**PROBLEM TO SOLVE**
Track down each line below containing the string "oxygenSensorBad" and copy it.

**DATA PROVIDED**
= = =
import type { Chapter } from './chapter'

/** What this chapter's faults show in the checks of the first chapter: of 100, one figure per outcome. */
export const RUN_ROWS: Chapter['rows'] = {
  crankSensorLook: { triggerWheelSlipped: [64, 22, 14] },
  sparkWhileItDies: {
    securityRefuses: [26, 5, 69],
    networkFault: [60, 9, 31],
    camSensorBad: [64, 16, 20],
    triggerWheelSlipped: [66, 20, 14],
    cylinderFlooded: [70, 23, 7],
  },
  coilPeakVolts: { securityRefuses: [34, 5, 61], triggerWheelSlipped: [80, 14, 6] },
  plugRead: {
    injectorLeaking: [18, 58, 24],
    cylinderFlooded: [8, 76, 16],
    lowCompression: [46, 27, 27],
    triggerWheelSlipped: [58, 29, 13],
    camTimingSlipped: [56, 31, 13],
    oxygenSensorBad: [46, 25, 29],
    airTempSensorBad: [52, 25, 23],
    powerValveStuck: [56, 19, 25],
    floatNeedleStuck: [32, 44, 24],
  },
  littleThrottle: {
    throttleActuatorBad: [48, 24, 28],
    camTimingSlipped: [64, 22, 14],
    lowCompression: [62, 23, 15],
    injectorLeaking: [54, 28, 18],
    cylinderFlooded: [66, 22, 12],
    oxygenSensorBad: [62, 24, 14],
    airTempSensorBad: [64, 23, 13],
  },
  throttleSweep: { throttleActuatorBad: [62, 17, 21] },
  valveGap: { camTimingSlipped: [58, 20, 22] },
  tipOverReset: {
    securityRefuses: [83, 4, 13],
    networkFault: [82, 4, 14],
    cylinderFlooded: [81, 4, 15],
  },
  harnessWiggle: {
    networkFault: [60, 16, 24],
    camSensorBad: [68, 15, 17],
    speedSensorBad: [76, 13, 11],
    gripSensorsDisagree: [64, 15, 21],
    throttleActuatorBad: [74, 13, 13],
    oxygenSensorBad: [78, 13, 9],
    securityRefuses: [80, 12, 8],
    sensorSupplyDown: [64, 15, 21],
  },
  modulePowerGround: { networkFault: [68, 16, 16], securityRefuses: [82, 11, 7] },
  injectorBlink: {
    securityRefuses: [16, 5, 79],
    camSensorBad: [50, 27, 23],
    networkFault: [61, 14, 25],
    triggerWheelSlipped: [72, 21, 7],
  },
  injectorListen: {
    injectorLeaking: [54, 38, 8],
    securityRefuses: [30, 7, 63],
    camSensorBad: [58, 26, 16],
  },
  pumpPrimeListen: { securityRefuses: [46, 5, 49], networkFault: [70, 9, 21] },
  pumpPlugVolts: { securityRefuses: [48, 4, 48], networkFault: [74, 7, 19] },
  fuelFlow: { securityRefuses: [60, 5, 35], networkFault: [76, 8, 16] },
  fuelSample: { injectorLeaking: [70, 19, 11] },
  fuelLeakWalk: { injectorLeaking: [56, 28, 16], cylinderFlooded: [54, 41, 5] },
  fuelPressureHold: { injectorLeaking: [12, 22, 66] },
  chokeTry: { lowCompression: [64, 26, 10], camTimingSlipped: [72, 21, 7] },
  chokePosition: { cylinderFlooded: [64, 15, 21] },
  airFilterLook: { lowCompression: [62, 29, 9], powerValveStuck: [78, 19, 3] },
}

/** The same for its swaps. */
export const RUN_SWAP_ROWS: Chapter['swapRows'] = {
  plugSwap: {
    cylinderFlooded: [34, 62, 4],
    injectorLeaking: [58, 39, 3],
    lowCompression: [78, 20, 2],
  },
  coilSwap: { triggerWheelSlipped: [83, 15, 2], camSensorBad: [82, 16, 2] },
}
= = =
**ANSWER TO THIS PROBLEM**
    oxygenSensorBad: [46, 25, 29],
    oxygenSensorBad: [62, 24, 14],
    oxygenSensorBad: [78, 13, 9],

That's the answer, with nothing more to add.